(Beginning of Extracted records)

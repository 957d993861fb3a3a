import type { BookingState } from '../../../shared/bookings/booking-schemas.ts'
import type { CalendarCrew } from '../../../shared/bookings/calendar-schemas.ts'
import { Field } from '../../ui/field.tsx'
import { Select, TextArea, TextInput } from '../../ui/inputs.tsx'
import { Segmented } from '../../ui/segmented.tsx'

const stateOptions: readonly { value: BookingState; label: string }[] = [
  { value: 'pencilled', label: 'Pencilled' },
  { value: 'firm', label: 'Firm' },
]

export type BookingValues = { crewId: string; state: BookingState; startAt: string; gear: string }
type IssueAt = (path: string) => string | undefined

export function CrewField(props: {
  crews: readonly CalendarCrew[]
  crewId: string
  onChange: (crewId: string) => void
  error: string | undefined
}) {
  return (
    <Field label="Crew" error={props.error}>
      <Select value={props.crewId} onChange={(e) => props.onChange(e.target.value)}>
        {props.crews.map((crew) => (
          <option key={crew.id} value={crew.id}>
            {crew.name}
          </option>
        ))}
      </Select>
    </Field>
  )
}

/** Pencilled or firm, start and gear: the same for a new booking and a changed one. */
export function BookingFields(props: {
  values: BookingValues
  onChange: (changes: Partial<BookingValues>) => void
  issueAt: IssueAt
}) {
  const { values, onChange, issueAt } = props
  const stateIssue = issueAt('state')
  return (
    <>
      <div>
        <p className="mb-1 font-semibold">Pencilled or firm</p>
        <Segmented
          label="Pencilled or firm"
          options={stateOptions}
          value={values.state}
          onChange={(state) => onChange({ state })}
        />
        <p className="mt-1 text-sm text-ink-soft">
          Pencilled days mail nobody. Firm days remind the crew on the working day before.
        </p>
        {stateIssue ? (
          <p role="alert" className="mt-1 text-sm font-semibold text-stop">
            {stateIssue}
          </p>
        ) : null}
      </div>
      <Field label="Start time" hint="Empty: the firm's start." error={issueAt('startAt')}>
        <TextInput
          type="time"
          value={values.startAt}
          onChange={(e) => onChange({ startAt: e.target.value })}
        />
      </Field>
      <Field label="Gear to bring" error={issueAt('gear')}>
        <TextArea
          rows={2}
          maxLength={500}
          value={values.gear}
          onChange={(e) => onChange({ gear: e.target.value })}
        />
      </Field>
    </>
  )
}
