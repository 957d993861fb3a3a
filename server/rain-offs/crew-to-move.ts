import { and, asc, eq, gte, inArray, isNull, ne, type SQL, sql } from 'drizzle-orm'
import type { Day } from '../../shared/calendar/days.ts'
import { groupBy } from '../../shared/collections/group-by.ts'
import type { BookingToMove } from '../../shared/planning/rain-off.ts'
import { readWorkedDayIds } from '../bookings/calendar-store.ts'
import type { DbOrTx } from '../db/client.ts'
import { bookingDays, bookings, tasks, ticks } from '../db/tables/booking-tables.ts'
import { jobs } from '../db/tables/job-tables.ts'
import { milestones } from '../db/tables/milestone-tables.ts'
import { crews } from '../db/tables/people-tables.ts'

type Row = ReturnType<typeof readRows>[number]

/** A crew's standing bookings with a day from one on, as far as a rain-off looks at them. */
export type CrewToMove = { bookings: BookingToMove[]; rowOf(bookingId: string): Row | undefined }

const standingOf = (crewId: string, fromDay: Day): SQL | undefined =>
  and(
    isNull(bookings.cancelledAt),
    // From the days ahead, not from the crew: of all bookings it ever had few have one.
    sql`+${bookings.crewId} = ${crewId}`,
    sql`${bookings.id} in (select later.booking_id from booking_days later where later.day >= ${fromDay})`,
  )

function readRows(db: DbOrTx, scope: SQL | undefined) {
  return db
    .select({
      dayId: bookingDays.id,
      day: bookingDays.day,
      bookingId: bookings.id,
      version: bookings.version,
      state: bookings.state,
      clashReason: bookings.clashReason,
      job: { id: jobs.id, number: jobs.number, title: jobs.title },
      customerName: jobs.customerName,
      wantedBy: jobs.wantedBy,
    })
    .from(bookingDays)
    .innerJoin(bookings, eq(bookings.id, bookingDays.bookingId))
    .innerJoin(jobs, eq(jobs.id, bookings.jobId))
    .where(scope)
    .orderBy(asc(bookingDays.day), asc(bookings.createdAt), asc(bookings.id))
    .all()
}

/** Days that hold a task with pieces not ticked. */
function readUnfinishedDayIds(db: DbOrTx, dayIds: readonly string[]): Set<string> {
  if (dayIds.length === 0) return new Set()
  const rows = db
    .select({ id: tasks.bookingDayId })
    .from(tasks)
    .leftJoin(ticks, eq(ticks.taskId, tasks.id))
    .where(inArray(tasks.bookingDayId, [...dayIds]))
    .groupBy(tasks.id)
    .having(sql`coalesce(sum(${ticks.delta}), 0) < ${tasks.quantity}`)
    .all()
  return new Set(rows.map((row) => row.id))
}

export function readCrewToMove(db: DbOrTx, crewId: string, fromDay: Day): CrewToMove {
  const scope = standingOf(crewId, fromDay)
  const rows = readRows(db, scope)
  const worked = scope ? readWorkedDayIds(db, scope) : new Set<string>()
  const unfinished = readUnfinishedDayIds(db, [...worked])
  const byBooking = groupBy(rows, (row) => row.bookingId)
  return {
    rowOf: (bookingId) => byBooking.get(bookingId)?.[0],
    bookings: [...byBooking].map(([id, own]) => ({
      id,
      days: own.map(({ day, dayId }) => ({
        day,
        worked: worked.has(dayId),
        unfinished: worked.has(dayId) && unfinished.has(dayId),
      })),
    })),
  }
}

/** Deliveries and other trades of some jobs that have a day and are not done, by job. */
export function readTouchedMilestones(db: DbOrTx, jobIds: readonly string[]) {
  const rows = db
    .select({
      jobId: milestones.jobId,
      kind: milestones.kind,
      state: milestones.state,
      day: milestones.day,
      broughtBy: milestones.broughtBy,
    })
    .from(milestones)
    .where(and(inArray(milestones.jobId, [...jobIds]), ne(milestones.state, 'done')))
    .orderBy(asc(milestones.day))
    .all()
  const dated = rows.flatMap(({ day, ...row }) => (day === null ? [] : [{ ...row, day }]))
  return groupBy(dated, (row) => row.jobId)
}

/** Days of other crews on some jobs from one day on, by job. */
export function readOtherCrews(
  db: DbOrTx,
  input: { jobIds: readonly string[]; crewId: string; fromDay: Day },
) {
  const rows = db
    .select({ jobId: bookings.jobId, crew: crews.name, day: bookingDays.day })
    .from(bookingDays)
    .innerJoin(bookings, eq(bookings.id, bookingDays.bookingId))
    .innerJoin(crews, eq(crews.id, bookings.crewId))
    .where(
      and(
        inArray(bookings.jobId, [...input.jobIds]),
        ne(bookings.crewId, input.crewId),
        isNull(bookings.cancelledAt),
        gte(bookingDays.day, input.fromDay),
      ),
    )
    .orderBy(asc(crews.name), asc(bookingDays.day))
    .all()
  return groupBy(rows, (row) => row.jobId)
}
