import { useQuery } from '@tanstack/react-query'
import { ChevronLeft, ChevronRight, Plus } from 'lucide-react'
import type { ReactNode } from 'react'
import { Link, Outlet, useNavigate, useSearchParams } from 'react-router-dom'
import { useMay } from '../../lib/session.ts'
import { Button, buttonClass } from '../../ui/button.tsx'
import { Dialog } from '../../ui/dialog.tsx'
import { PageHeader } from '../../ui/page-header.tsx'
import { Segmented } from '../../ui/segmented.tsx'
import { Skeleton } from '../../ui/skeleton.tsx'
import { ErrorState } from '../../ui/states.tsx'
import {
  type CalendarView,
  searchWith,
  stepOf,
  titleOf,
  useCalendarAddress,
} from './calendar-address.ts'
import { CalendarGrid } from './calendar-grid.tsx'
import { calendarQueries } from './calendar-queries.ts'
import { ClashAnswer } from './clash-answer.tsx'
import { DayList } from './day-list.tsx'
import { UnbookedList } from './unbooked-list.tsx'
import { useMoveBooking } from './use-move-booking.ts'
import { useNarrow } from './use-narrow.ts'

const views: readonly { value: CalendarView; label: string }[] = [
  { value: 'month', label: 'Month' },
  { value: 'week', label: 'Week' },
]

type Address = ReturnType<typeof useCalendarAddress>

function Toolbar({ address }: { address: Address }) {
  const { view, on, today, go } = address
  const step = (direction: -1 | 1) => go({ on: stepOf(view, on, direction) })
  return (
    <div className="mb-3 flex flex-wrap items-center gap-2">
      <Button
        kind="plain"
        className="w-11 px-0!"
        aria-label={`The ${view} before`}
        onClick={() => step(-1)}
      >
        <ChevronLeft size={20} aria-hidden />
      </Button>
      <Button kind="plain" onClick={() => go({ on: today })}>
        Today
      </Button>
      <Button
        kind="plain"
        className="w-11 px-0!"
        aria-label={`The ${view} after`}
        onClick={() => step(1)}
      >
        <ChevronRight size={20} aria-hidden />
      </Button>
      <Segmented
        label="Show"
        options={views}
        value={view}
        onChange={(next) => go({ view: next })}
      />
      <h2 aria-live="polite" className="w-full text-xl font-extrabold sm:ml-2 sm:w-auto">
        {titleOf(view, on)}
      </h2>
    </div>
  )
}

function Unbooked({ isNarrow }: { isNarrow: boolean }) {
  const { data, error, refetch } = useQuery(calendarQueries.unbooked())
  const jobs = data?.jobs ?? []
  const body = error ? (
    <ErrorState message={error.message} onRetry={() => void refetch()} />
  ) : !data ? (
    <Skeleton className="h-24" />
  ) : jobs.length === 0 ? (
    <p className="text-ink-soft">None waiting. A job comes here once its price is accepted.</p>
  ) : (
    <UnbookedList jobs={jobs} crews={data.crews} mayDrag={!isNarrow} />
  )
  if (isNarrow)
    return (
      <details className="mb-4 rounded-md border border-rule bg-sheet px-3">
        <summary className="min-h-11 content-center font-semibold">
          Won, not booked ({jobs.length})
        </summary>
        <div className="pb-3">{body}</div>
      </details>
    )
  return (
    <section aria-labelledby="unbooked" className="xl:sticky xl:top-4 xl:self-start">
      <h2 id="unbooked" className="text-lg font-extrabold">
        Won, not booked
      </h2>
      {jobs.length > 0 ? (
        <p className="mb-2 text-sm text-ink-soft">Drag one onto its first day, or press Book.</p>
      ) : null}
      {body}
    </section>
  )
}

type Props = {
  /** What other features count beside it. */
  waiting?: ReactNode
  /** What other features say above it. */
  above?: ReactNode
}

/** The wall planner: who is on which roof, day by day. */
export function CalendarPage({ waiting, above }: Props) {
  const isNarrow = useNarrow()
  const mayEdit = useMay('booking:write')
  const navigate = useNavigate()
  const [search] = useSearchParams()
  const address = useCalendarAddress(isNarrow)
  const { view, on, span } = address
  const { data: calendar, error, refetch } = useQuery(calendarQueries.span(span))
  const mover = useMoveBooking()
  const open = (id: string) => void navigate(`/calendar/bookings/${id}${searchWith(search, {})}`)
  const bookOn = (job: string, day: string) =>
    void navigate(`/calendar/book${searchWith(search, { job, day, view, on })}`)
  return (
    <>
      <PageHeader
        title="Calendar"
        actions={
          <>
            {waiting}
            {mayEdit ? (
              <Link className={buttonClass()} to={`/calendar/book${searchWith(search, {})}`}>
                <Plus size={20} aria-hidden />
                Book a crew
              </Link>
            ) : null}
          </>
        }
      />
      {above}
      <div
        className={mayEdit && !isNarrow ? 'gap-5 xl:grid xl:grid-cols-[minmax(0,1fr)_17rem]' : ''}
      >
        <div className="min-w-0">
          <Toolbar address={address} />
          {mayEdit && isNarrow ? <Unbooked isNarrow /> : null}
          {error ? (
            <ErrorState message={error.message} onRetry={() => void refetch()} />
          ) : !calendar ? (
            <Skeleton className="h-96" />
          ) : isNarrow ? (
            <DayList calendar={calendar} view={view} mayEdit={mayEdit} {...span} />
          ) : (
            <CalendarGrid
              calendar={calendar}
              view={view}
              on={on}
              mayEdit={mayEdit}
              onOpen={open}
              onMove={mover.move}
              onDropJob={bookOn}
            />
          )}
        </div>
        {mayEdit && !isNarrow ? <Unbooked isNarrow={false} /> : null}
      </div>
      <Dialog open={mover.conflict !== null} onClose={mover.giveUp} title="This day is not free">
        {mover.conflict ? (
          <ClashAnswer
            conflict={mover.conflict}
            busy={mover.isPending}
            onAnswer={mover.answer}
            onBack={mover.giveUp}
          />
        ) : null}
      </Dialog>
      <Outlet />
    </>
  )
}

(End of Extracted records)

- [Problem] Return every line above in which the string "rain" occurs.

- [Response to this task]
filename server/rain-offs/crew-to-move.ts
import type { BookingToMove } from '../../shared/planning/rain-off.ts'
/** A crew's standing bookings with a day from one on, as far as a rain-off looks at them. */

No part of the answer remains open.